• **Exercise goal**
Report each line of the entries below that has the word "RandomRational" in it.

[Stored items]
=-=-=-=-=

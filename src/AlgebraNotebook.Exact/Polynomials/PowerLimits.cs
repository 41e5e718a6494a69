namespace AlgebraNotebook.Exact.Polynomials;

/// <summary>
/// Limits on raising a polynomial to a power (the degree and term limits apply to several terms, the coefficient limit
/// to every polynomial). The result's size is estimated before any work; an
/// estimate beyond a limit stops the computation with a <see cref="BeyondCapabilityException"/> that states the estimate,
/// instead of running for an unbounded time.
/// </summary>
/// <example><c>p.Pow(5000, new PowerLimits { MaxTotalDegree = 50_000 })</c></example>
public sealed class PowerLimits
{
    /// <summary>The limits used when none are given: total degree 10,000, 1,000,000 terms and coefficients of 65,536 bits.</summary>
    public static PowerLimits Default { get; } = new();

    /// <summary>Largest total degree of the result. Default 10,000.</summary>
    public long MaxTotalDegree { get; init; } = 10_000;

    /// <summary>Largest estimated number of terms of the result (an upper bound, see <see cref="Polynomial{T}.Pow(int, PowerLimits)"/>). Default 1,000,000.</summary>
    public long MaxTerms { get; init; } = 1_000_000;

    /// <summary>
    /// Largest estimated size in bits of a coefficient of the result, numerator and denominator together (the estimate is
    /// described at <see cref="Polynomial{T}.Pow(int, PowerLimits)"/>). Default 65,536, the same cap as powers written in
    /// polynomial text: printing a number takes time quadratic in its length.
    /// </summary>
    public long MaxCoefficientBits { get; init; } = 1 << 16;

    /// <inheritdoc />
    public override string ToString() => $"total degree at most {MaxTotalDegree}, at most {MaxTerms} terms, coefficients of at most {MaxCoefficientBits} bits";

    internal void Validate()
    {
        if (MaxTotalDegree < 0 || MaxTerms < 1 || MaxCoefficientBits < 1)
        {
            throw new ExactArgumentException($"Power limits must be positive (got {this}).", "limits");
        }
    }
}
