using AlgebraNotebook.Exact.Polynomials;
using AlgebraNotebook.Exact.Scalars;
using AlgebraNotebook.Exact.Symbols;
using AlgebraNotebook.TestSupport;

namespace AlgebraNotebook.Exact.Tests.Polynomials;

/// <summary>Shorthands and random generators for the polynomial tests (fixed seeds are chosen by each test).</summary>
internal static class PolynomialTestData
{
    public static Polynomial<Rational> Q(string text) => Polynomial<Rational>.Parse(text);

    public static Polynomial<GaussianRational> G(string text) => Polynomial<GaussianRational>.Parse(text);

    public static Symbol S(string name) => Symbol.Of(name);

    /// <summary>Iteration multiplier from ALGEBRANOTEBOOK_TEST_ITERATIONS (default 1).</summary>
    public static int Iterations(int baseCount) => TestIterations.Times(baseCount);

    public static Rational RandomRational(Random random) => new(random.Next(-4, 5), random.Next(1, 4));

    public static GaussianRational RandomGaussian(Random random) => new(RandomRational(random), random.Next(2) == 0 ? Rational.Zero : RandomRational(random));

    public static Monomial RandomMonomial(Random random, IReadOnlyList<Symbol> symbols, int maxExponent) =>
        Monomial.FromFactors(symbols.Select(s => (s, random.Next(maxExponent + 1))));

    public static Polynomial<T> RandomPolynomial<T>(Random random, IReadOnlyList<Symbol> symbols, Func<Random, T> coefficient, int maxTerms = 4, int maxExponent = 2)
        where T : IFieldElement<T>
    {
        var count = random.Next(maxTerms + 1);
        var terms = new List<(Monomial, T)>();
        for (var k = 0; k < count; k++)
        {
            terms.Add((RandomMonomial(random, symbols, maxExponent), coefficient(random)));
        }

        return Polynomial<T>.FromTerms(terms);
    }
}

=-=-=-=-=

• **Response to this task**
    public static Rational RandomRational(Random random) => new(random.Next(-4, 5), random.Next(1, 4));
    public static GaussianRational RandomGaussian(Random random) => new(RandomRational(random), random.Next(2) == 0 ? Rational.Zero : RandomRational(random));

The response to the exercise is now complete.